(Saved entries)
/**
 * A node's line to its server: one WebSocket that is dialled again for as long as the node runs. Pings,
 * silence and back-off are in real time, whatever the rate: they guard the line and not the load.
 */
import WebSocket from 'ws';
import {
  closeCode,
  fieldPath,
  frameBytesMax,
  pingEveryMs,
  silenceMs,
  takenOverWaitMs,
} from '@/lib/field/frames';
import type { Clock } from './clock';
import { Timers } from './timers';

const backOffLeastMs = 1_000;
const backOffMostMs = 30_000;
const handshakeMs = 10_000;

export interface LineEvents {
  opened(): void;
  text(text: string): void;
  /** the line is down; `code` is the WebSocket close code, 1006 where there was none */
  closed(code: number, why: string, againInMs: number): void;
}

export class Line {
  private socket: WebSocket | undefined;
  private attempts = 0;
  private heardMs = 0;
  private stopped = false;
  private unplugged = false;
  private readonly timers: Timers<'dial' | 'ping' | 'silence'>;

  /** @param server `ws://` or `wss://` origin, without the path */
  constructor(
    private readonly server: string,
    private readonly token: string,
    private readonly clock: Clock,
    private readonly events: LineEvents,
  ) {
    this.timers = new Timers((ms, then) => clock.after(ms, then));
  }

  dial(): void {
    if (this.stopped || this.unplugged || this.socket !== undefined) return;
    const socket = new WebSocket(new URL(fieldPath, this.server), {
      headers: { authorization: `Bearer ${this.token}` },
      maxPayload: frameBytesMax,
      handshakeTimeout: handshakeMs,
      perMessageDeflate: false,
    });
    this.socket = socket;
    let trouble = '';
    const heard = (): void => {
      this.heardMs = this.clock.monotonicMs();
    };
    socket.on('open', () => {
      heard();
      this.keepAlive(socket);
      this.watchSilence(socket);
      this.events.opened();
    });
    socket.on('message', (data, isBinary) => {
      heard();
      // One buffer a message is what ws gives unless asked for parts.
      if (!isBinary && Buffer.isBuffer(data)) this.events.text(data.toString('utf8'));
    });
    socket.on('ping', heard);
    socket.on('pong', heard);
    socket.on('error', (error) => (trouble = error.message));
    socket.on('close', (code, reason) => this.down(socket, code, trouble || String(reason)));
  }

  /** The server has welcomed the node: the next failure is a first one again. */
  welcomed(): void {
    this.attempts = 0;
  }

  /** @returns false where there is no open line: the frame is not sent, and not kept */
  send(frame: object): boolean {
    if (this.socket?.readyState !== WebSocket.OPEN) return false;
    this.socket.send(JSON.stringify(frame));
    return true;
  }

  /** Drops the line at once; it is dialled again unless `stop` was called. */
  drop(): void {
    this.socket?.terminate();
  }

  /** The cable is out: the line goes down without a word, and is not dialled. */
  unplug(): void {
    this.unplugged = true;
    this.timers.cancel('dial');
    this.socket?.terminate();
  }

  plugIn(): void {
    if (!this.unplugged) return;
    this.unplugged = false;
    this.attempts = 0;
    // one that is still going down dials again by itself
    this.dial();
  }

  stop(): void {
    this.stopped = true;
    this.timers.cancelAll();
    this.socket?.close(1000);
  }

  private down(socket: WebSocket, code: number, why: string): void {
    if (this.socket !== socket) return;
    this.socket = undefined;
    this.timers.cancel('ping');
    this.timers.cancel('silence');
    const waitMs = code === closeCode.takenOver ? takenOverWaitMs : this.backOffMs();
    if (!this.stopped && !this.unplugged) this.timers.set('dial', waitMs, () => this.dial());
    this.events.closed(code, why, waitMs);
  }

  /** 1 to 30 s, drawn at random under a bound that doubles, so that a thousand nodes do not come at once. */
  private backOffMs(): number {
    const bound = Math.min(backOffMostMs, 2 * backOffLeastMs * 2 ** this.attempts);
    this.attempts += 1;
    return backOffLeastMs + this.clock.random() * (bound - backOffLeastMs);
  }

  private keepAlive(socket: WebSocket): void {
    this.timers.set('ping', pingEveryMs, () => {
      if (socket.readyState === WebSocket.OPEN) socket.ping();
      this.keepAlive(socket);
    });
  }

  private watchSilence(socket: WebSocket): void {
    const leftMs = this.heardMs + silenceMs - this.clock.monotonicMs();
    if (leftMs <= 0) socket.terminate();
    else this.timers.set('silence', leftMs, () => this.watchSilence(socket));
  }
}
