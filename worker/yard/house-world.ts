/**
 * One house of the yard with its heap and its soil: what it is at a moment, and how it goes on. The flows
 * of heat are summed up in the same steps as the temperatures, so that the books can be checked.
 */
import type { Coils } from '@/lib/field/frames';
import { pressureAtAltitude } from '@/lib/physics/air';
import { ringFlowW, undisturbedC } from '@/lib/physics/ground';
import { coreJPerK, heapFlows, type HeapState } from '@/lib/physics/heap';
import { houseFlows } from '@/lib/physics/house';
import { advance, approach } from '@/lib/physics/integrate';
import { loopFlow, type Loop } from '@/lib/physics/loop';
import { groundPlace, heapFloorDepthM, winterDay, type YardFan, type YardHouse } from './catalogue';
import type { Weather } from './weather';

/** Running totals of heat, J, since the world was made; the signs are those of the lumps. */
export const flowNames = [
  'outdoors',
  'vent',
  'houseGround',
  'sun',
  'mat',
  'fans',
  'generated',
  'heapAir',
  'heapGround',
  'farSoil',
] as const;
export type FlowName = (typeof flowNames)[number];

export interface HouseWorld {
  airC: number;
  massC: number;
  heap: HeapState;
  ringC: number;
  /** what the sensors in the return pipes feel, which lags behind the air */
  heapReturnC: number;
  soilReturnC: number;
  flowsJ: Record<FlowName, number>;
}

const farSoilC = (depthM: number): number => undisturbedC(groundPlace, depthM, winterDay);
const underHeapC = farSoilC(heapFloorDepthM);
/** Time constants of a sensor in the return pipe: with the air moving, and in still air. */
const blownS = 150;
const stillS = 1100;

/** A house as it stands at the start of a world. */
export function startHouse(place: YardHouse): HouseWorld {
  return {
    ...place.start,
    heap: { ...place.heapStart },
    ringC: farSoilC(place.ground?.depthM ?? heapFloorDepthM),
    heapReturnC: place.start.airC,
    soilReturnC: place.start.airC,
    flowsJ: named(flowNames.map(() => 0)),
  };
}

/** Heat stored in the lumps of a house, its heap and its soil, J above 0 °C: what the flows must add up to. */
export function houseStoredJ(place: YardHouse, now: HouseWorld): number {
  return (
    place.house.airJPerK * now.airC +
    place.house.massJPerK * now.massC +
    coreJPerK(place.heap, now.heap) * now.heap.coreC +
    place.heap.baseJPerK * now.heap.baseC +
    (place.ground?.soilJPerK ?? 0) * now.ringC
  );
}

export function isOn(coils: Coils, relay: number | undefined): boolean {
  return relay !== undefined && coils[String(relay)] === 'on';
}

/**
 * A house `dtS` seconds on from `ms`, with these coils all the while.
 * @param weatherOf the weather at its place, by epoch ms
 * @param leak share of outdoor air in what the heap's loop brings back: its pipe has come apart outdoors
 */
export function stepHouse(
  place: YardHouse,
  now: HouseWorld,
  coils: Coils,
  ms: number,
  dtS: number,
  weatherOf: (ms: number) => Weather,
  leak = 0,
): HouseWorld {
  const pressurePa = pressureAtAltitude(place.altitudeM);
  const corePerK = coreJPerK(place.heap, now.heap);
  const running = (fan: YardFan | undefined): Loop | undefined =>
    fan !== undefined && isOn(coils, fan.relay) ? { ...fan, pressurePa } : undefined;
  const heapLoop = running(place.heapFan);
  const soilLoop = running(place.ground?.fan);
  const farC = farSoilC(place.ground?.depthM ?? heapFloorDepthM);
  const matW = isOn(coils, place.mat?.relay) ? (place.mat?.watts ?? 0) : 0;
  const isVentOpen = isOn(coils, place.vent?.relay);

  const rates = (state: readonly number[], timeS: number): number[] => {
    // By index: unpacking by pattern took a third of the time of a step.
    const airC = state[0] ?? 0;
    const massC = state[1] ?? 0;
    const coreC = state[2] ?? 0;
    const baseC = state[3] ?? 0;
    const ringC = state[4] ?? 0;
    const digestibleJ = state[5] ?? 0;
    const weather = weatherOf(timeS * 1000);
    const around = {
      outdoorsC: weather.tempC,
      groundC: underHeapC,
      sunWPerM2: weather.sunWPerM2,
      isVentOpen,
    };
    const house = houseFlows(place.house, { airC, massC }, around);
    const heap = heapFlows(place.heap, { ...now.heap, coreC, baseC, digestibleJ }, weather.tempC, underHeapC);
    const fromHeap = heapLoop && loopFlow(heapLoop, airC, baseC);
    const fromSoil = soilLoop && loopFlow(soilLoop, airC, ringC);
    const farW = place.ground === undefined ? 0 : ringFlowW(place.ground, ringC, farC);
    const leakW = leak * (fromHeap?.capacityWPerK ?? 0) * ((fromHeap?.returnC ?? 0) - weather.tempC);
    const loopsW = (fromHeap?.intoHouseW ?? 0) + (fromSoil?.intoHouseW ?? 0) - leakW;

    const airW = house.sunToAirW + loopsW - house.airToOutdoorsW - house.airToVentW - house.airToMassW;
    const massW = house.airToMassW + house.sunToMassW + matW - house.massToGroundW;
    const coreW = heap.generatedW - heap.coreToAirW - heap.coreToBaseW;
    const baseW = heap.coreToBaseW - heap.baseToGroundW - (fromHeap?.fromMediumW ?? 0);
    const ringW = farW - (fromSoil?.fromMediumW ?? 0);
    return [
      airW / place.house.airJPerK,
      massW / place.house.massJPerK,
      coreW / corePerK,
      baseW / place.heap.baseJPerK,
      place.ground === undefined ? 0 : ringW / place.ground.soilJPerK,
      -heap.generatedW,
      -house.airToOutdoorsW - leakW,
      -house.airToVentW,
      -house.massToGroundW,
      house.sunToAirW + house.sunToMassW,
      matW,
      (heapLoop?.fanW ?? 0) + (soilLoop?.fanW ?? 0),
      heap.generatedW,
      -heap.coreToAirW,
      -heap.baseToGroundW,
      farW,
    ];
  };

  const totals = flowNames.map((name) => now.flowsJ[name]);
  const start = [
    now.airC,
    now.massC,
    now.heap.coreC,
    now.heap.baseC,
    now.ringC,
    now.heap.digestibleJ,
    ...totals,
  ];
  const end = advance(start, ms / 1000, dtS, rates);
  const [airC = 0, massC = 0, coreC = 0, baseC = 0, ringC = 0, digestibleJ = 0, ...flows] = end;
  const lagged = (felt: number, loop: Loop | undefined, mediumC: number, share: number): number => {
    if (loop === undefined) return approach(felt, 0.85 * airC + 0.15 * mediumC, dtS, stillS);
    const { returnC } = loopFlow(loop, airC, mediumC);
    const mixedC = share === 0 ? returnC : returnC + share * (weatherOf(ms + dtS * 1000).tempC - returnC);
    return approach(felt, mixedC, dtS, blownS);
  };
  return {
    airC,
    massC,
    heap: { ...now.heap, coreC, baseC, digestibleJ },
    ringC,
    heapReturnC: lagged(now.heapReturnC, heapLoop, baseC, leak),
    soilReturnC: lagged(now.soilReturnC, soilLoop, ringC, 0),
    flowsJ: named(flows),
  };
}

function named(flows: readonly number[]): Record<FlowName, number> {
  const at = (name: FlowName): number => flows[flowNames.indexOf(name)] ?? 0;
  return {
    outdoors: at('outdoors'),
    vent: at('vent'),
    houseGround: at('houseGround'),
    sun: at('sun'),
    mat: at('mat'),
    fans: at('fans'),
    generated: at('generated'),
    heapAir: at('heapAir'),
    heapGround: at('heapGround'),
    farSoil: at('farSoil'),
  };
}
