/**
 * Noise as a pure function of where it is asked: the same seed and place give the same value for ever, so a
 * yard can be restarted, or asked about any moment, and nothing has to be remembered.
 */

/** A number from 0 up to 1 for a seed, a name and a whole number. */
export function uniform(seed: number, name: string, at: number): number {
  let h = (seed ^ 0x9e3779b9) >>> 0;
  for (let i = 0; i < name.length; i += 1) h = mixed(h ^ name.charCodeAt(i));
  h = mixed(h ^ (at >>> 0));
  // Times in milliseconds need more than 32 bits: the high part is mixed in by itself.
  h = mixed(h ^ (Math.floor(at / 2 ** 32) >>> 0));
  return h / 2 ** 32;
}

/** Nearly normal, mean 0, standard deviation 1, never beyond 3.5: a sensor's noise has ends. */
export function normal(seed: number, name: string, at: number): number {
  let sum = 0;
  for (let i = 0; i < 4; i += 1) sum += uniform(seed + i * 7919, name, at);
  return (sum - 2) * Math.sqrt(3);
}

/** Smooth noise from −1 to 1 with one independent knot each `period`. */
export function smooth(seed: number, name: string, at: number, period: number): number {
  const place = at / period;
  const knot = Math.floor(place);
  const share = eased(place - knot);
  const from = uniform(seed, name, knot);
  const to = uniform(seed, name, knot + 1);
  return 2 * (from + (to - from) * share) - 1;
}

/** 0 to 1 with level ends. */
export function eased(share: number): number {
  const s = Math.min(1, Math.max(0, share));
  return s * s * (3 - 2 * s);
}

function mixed(value: number): number {
  let h = value >>> 0;
  h = Math.imul(h ^ (h >>> 16), 0x85ebca6b);
  h = Math.imul(h ^ (h >>> 13), 0xc2b2ae35);
  return (h ^ (h >>> 16)) >>> 0;
}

▸ Task instructions:
The answer must be the lines from the one containing "function mixed(value: number): number" through the last line of the records, copied exactly, with nothing else.

▸ Result for this exercise:
function mixed(value: number): number {
  let h = value >>> 0;
  h = Math.imul(h ^ (h >>> 16), 0x85ebca6b);
  h = Math.imul(h ^ (h >>> 13), 0xc2b2ae35);
  return (h ^ (h >>> 16)) >>> 0;
}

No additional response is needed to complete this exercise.